Under section 84 (6) the Chief Justice is empowered to make
rules with respect to the practice and procedure of the high
court in relation to the vindication of human rights. The
Chief Justice has never made such rules.
According to sections 115, 117 and 118, trust land cannot
be alienated to those it is not held in trust for unless it
is set apart first. Since independence substantial land has
been alienated in contravention of the constitution. No court
has conclusively interpreted these provisions.
Some areas in which the executive acted in support of the
constitution in 1999 are the following:
• In January the minister in charge of agriculture sacked
the entire National Irrigation Board after farmers’
riots which had challenged its management
• In March, the Executive pressurised the board of the
National Bank of Kenya to take responsibility for massive
bad loans and thereby resign. The government had 22.5% shares
in the bank and a public parastatal the National Social Security
Fund (NSSF) had 37.5% shares in the bank. The government seemed
interested in sending a signal that it was protecting public
property.
In April the President finally appointed a Vice President
after 14 months of the position being vacant.
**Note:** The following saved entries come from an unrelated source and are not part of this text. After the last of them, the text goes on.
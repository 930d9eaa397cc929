"""A worker's journal and the feed that it read in; the same learned again, and whether bytes agree, out."""

from __future__ import annotations

import time
from collections.abc import Mapping
from dataclasses import dataclass
from pathlib import Path
from typing import Any

from stream.checkpoints import Checkpoints
from stream.errors import BadSettings, MessagesGone
from stream.journal import FILE_NAME
from stream.message import LiveSource
from stream.runs.feeds import live_source, refuse_other_kind
from stream.runs.learning import LearningRun
from stream.runs.loop import OnWindow, begin, learn, refuse_used
from stream.runs.pacing import Pacer
from stream.runs.result import RunResult, result_of
from stream.runs.stopping import stop_on_signal
from stream.settings import Settings
from stream.snapshots import Snapshots
from stream.sources import FollowedSource
from stream.state_folder import StateFolder

__all__ = ["Retraced", "retrace"]

IDLE_S = 0.05
LATER = (
    "Copy {checkpoint} of the worker into checkpoints/ of an empty folder, and its rejects/ beside it, name "
    "that folder with --state, and go on from there with --resume"
)


@dataclass(frozen=True, slots=True)
class Retraced:
    """What was learned again. `worker_checkpoint`: the worker's newest, None where it has none yet.

    `differences`: in what the checkpoint made here differs from that one; empty where they hold the same
    bytes, None where there was nothing to compare, as the worker has no checkpoint or this run was stopped
    before it.
    """

    run: RunResult
    worker_checkpoint: Path | None
    differences: list[str] | None

    def to_json(self) -> dict[str, Any]:
        """The keys of a replay, and what was compared."""
        compared = None if self.worker_checkpoint is None else str(self.worker_checkpoint)
        return {**self.run.to_json(), "worker_checkpoint": compared, "differences": self.differences}


def retrace(
    settings: Settings,
    folder: Path,
    worker: Path,
    *,
    resume: bool = False,
    fresh: bool = False,
    on_window: OnWindow = lambda row: None,
    source: LiveSource | None = None,
) -> Retraced:
    """Learns again, in `folder`, what the worker of the state folder `worker` learned, in the same order.

    It ends where the worker's newest checkpoint was made, or without one at the end of the journal, with a
    checkpoint to be compared. Nothing in `worker` is changed; its process may be alive. `source`: in place
    of the feed's own. Otherwise as stream.runs.replay.replay.
    """
    began = time.monotonic()
    if folder.resolve() == worker.resolve():
        raise BadSettings(f"{folder} is the worker's own state folder: name another with --state")
    found = Checkpoints(worker / "checkpoints", 1).newest_manifest()
    most = None if found is None else int(found[1]["messages"])
    stands_at = _source_position(found)
    if stands_at is not None:
        refuse_other_kind(settings, stands_at)
    with StateFolder(folder) as state, stop_on_signal() as stopping:
        checkpoints = Checkpoints(state.checkpoints, settings.state.keep_checkpoints)
        snapshots = Snapshots(state.snapshots, settings.state.keep_snapshots)
        refuse_used(state, snapshots, resume=resume, fresh=fresh)
        run, warnings, resumed_from = begin(settings, state, checkpoints, journalled=True)
        _refuse_changed(run, found)
        pacer = Pacer(run, settings, checkpoints, most)
        place = FollowedSource(source or live_source(settings, known=stands_at), worker / FILE_NAME)

        def over(read: bool) -> bool:
            if not read and not place.at_end():
                time.sleep(IDLE_S)
            return run.messages == most or place.at_end()

        try:
            if run.position is not None:
                place.seek(dict(run.position))
            if run.messages != most:
                learn(run, place, pacer, stopping, on_window, over)
            pacer.checkpoint()
            weights = run.model.weights()
            snapshot = snapshots.write(run.messages, weights, run.about_snapshot())
        except MessagesGone as error:
            raise BadSettings(
                f"{error.loss}, so that what the worker learned can no longer be learned again from its "
                f"beginning. {LATER.format(checkpoint='a checkpoint past that place')}"
            ) from None
        finally:
            place.close()
            run.rejects.close()
        result = result_of(
            run,
            [],
            nnz=len(weights),
            seconds=time.monotonic() - began,
            resumed_from=resumed_from,
            checkpoints=pacer.written,
            snapshot=snapshot,
            interrupted=bool(stopping),
            warnings=warnings,
        )
        if found is None or run.messages != most:
            return Retraced(result, None if found is None else found[0], None)
        own = checkpoints.newest_manifest()
        assert own is not None
        return Retraced(result, found[0], _differences(own[1], found[1]))


def _refuse_changed(run: LearningRun, found: tuple[Path, Mapping[str, Any]] | None) -> None:
    """What was learned under settings that changed on the way cannot be learned again under the last ones."""
    accepted = [] if found is None else found[1]["about"].get("accepted", [])
    if accepted != run.accepted:
        since = accepted[-1]["messages"] if accepted else 0
        raise BadSettings(
            f"the worker's settings changed last after {since:,} messages (--accept-settings), and what it "
            "learned before cannot be learned again under the present ones. "
            + LATER.format(checkpoint=f"checkpoint {since:015d} or a later one")
        )


def _source_position(found: tuple[Path, Mapping[str, Any]] | None) -> dict[str, Any] | None:
    """The feed's part of the position in a checkpoint."""
    position = None if found is None else found[1]["about"]["position"]
    if position is not None and "journal" not in position:
        assert found is not None
        raise BadSettings(f"{found[0]} was left by `bedload replay`, which keeps no order journal")
    return None if position is None else dict(position["source"])


def _differences(own: Mapping[str, Any], other: Mapping[str, Any]) -> list[str]:
    """Names of what differs in two checkpoints, but for the version of the program that wrote them."""
    facts = [f"about.{name}" for name in own["about"] if name != "program"]
    names = [name for name in facts if own["about"][name[6:]] != other["about"].get(name[6:])]
    files = own["files"].keys() | other["files"].keys()
    return names + sorted(name for name in files if own["files"].get(name) != other["files"].get(name))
In July the President appointed the so-called Dream Team consisting
of technocrats sourced from the private sector and multilateral
organisations. Their mandate was to clean the civil service
and revive the economy.
In July the President placed a ban on the allocation of land
until further notice. This was as a consequence of public
protest against illegal allocation of such land and public
forests.
In September the President reduced the number of ministries
from 27 to 15 but retained the 27 ministers, implying that
most of the ministries are led by several ministers.
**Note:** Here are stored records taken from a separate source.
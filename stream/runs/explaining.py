"""Messages and a snapshot in, the tokens that made each score out, adding up to the margin to the bit."""

from __future__ import annotations

import math
from collections.abc import Iterator
from dataclasses import asdict, dataclass
from typing import Any

from stream.batch import Batch
from stream.runs.scoring import Scorer
from stream.token_names import field_and_token

__all__ = ["Effect", "Explanation", "explain"]


@dataclass(frozen=True, slots=True)
class Effect:
    """What one token of a message adds to the margin: effect = weight * value, exact.

    `running`: the intercept and all effects up to this one, summed exactly and rounded once.
    """

    field: str
    token: str
    value: float
    weight: float
    effect: float
    running: float


@dataclass(frozen=True, slots=True)
class Explanation:
    """Why a message has its score, in the order of a table: intercept, towards yes, towards no, margin.

    The exactly rounded sum (`math.fsum`) of intercept and effects is `margin`, bit for bit what `score`
    gives. `tokens` counts all tokens of the message, `zero_or_unseen` those whose weight is zero or
    that were never learned: a snapshot holds non-zero weights only and cannot tell the two apart.
    """

    id: Any
    intercept: float
    towards_yes: tuple[Effect, ...]
    towards_no: tuple[Effect, ...]
    margin: float
    probability: float
    tokens: int
    zero_or_unseen: int

    def to_json(self) -> dict[str, Any]:
        """All of it as JSON types; numbers keep every digit."""
        return asdict(self)


def explain(scorer: Scorer, only: frozenset[str] = frozenset()) -> Iterator[Explanation]:
    """An explanation of each message of the scorer's log that is not rejected, in order.

    `only`: ids, as texts, of the messages to explain; all of them where it is empty.
    """
    for scored in scorer.blocks():
        for row, id_ in enumerate(scored.ids):
            if only and str(id_) not in only:
                continue
            yield _explained(scorer, scored.batch, row, id_, scored.margins[row], scored.probabilities[row])


def _explained(
    scorer: Scorer, batch: Batch, row: int, id_: Any, margin: float, probability: float
) -> Explanation:
    begin, end = int(batch.row_ptr[row]), int(batch.row_ptr[row + 1])
    weights = scorer.lookup.weights_of(batch.addresses[begin:end]).tolist()
    values = batch.values[begin:end].tolist()
    found = [
        (weight * value, weight, value, *field_and_token(batch.text(begin + i)))
        for i, (weight, value) in enumerate(zip(weights, values, strict=True))
        if weight != 0
    ]
    found.sort(key=lambda part: (-abs(part[0]), part[3], part[4]))
    so_far = [scorer.intercept]

    def block(towards_yes: bool) -> tuple[Effect, ...]:
        effects = []
        for effect, weight, value, field, token in found:
            if (effect > 0) == towards_yes:
                so_far.append(effect)
                effects.append(Effect(field, token, value, weight, effect, math.fsum(so_far)))
        return tuple(effects)

    yes, no = block(True), block(False)
    return Explanation(
        id=id_,
        intercept=scorer.intercept,
        towards_yes=yes,
        towards_no=no,
        margin=float(margin),
        probability=float(probability),
        tokens=end - begin,
        zero_or_unseen=end - begin - len(found),
    )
Several cases of constitutional significance were lodged in
court. In February the Law Society of Kenya sued the Chief
Justice requiring him to establish a tribunal to investigate
bribery allegations against high court Judge Richard Kuloba
under section 62 of the constitution. 11 In February, the
president was sued a second time for not appointing a vice
president.12 The suit by the Supreme Council of Kenya Muslims
enjoined the Attorney General, whom it accused of failing
to advise the President appropriately on the matter. In September,
Nairobi Town Clerk Zipporah Wandera was jailed for contempt
of court. She had defied a court order of June 25th stopping
the Nairobi City Council from preventing Qurdoba Enterprises
from distributing petrol in Nairobi. Her activity was viewed,
inter alia, as violating constitutionally protected property
rights of Qurdoba Enterprises.13
In September a new Chief Justice who had previously been a
pro-government prosecutor famous for prosecuting human rights
and pro-democracy activists was appointed. The Law Society
of Kenya unsuccessfully opposed his elevation. 14The February
cases were never concluded in the plaintiffs’ favour.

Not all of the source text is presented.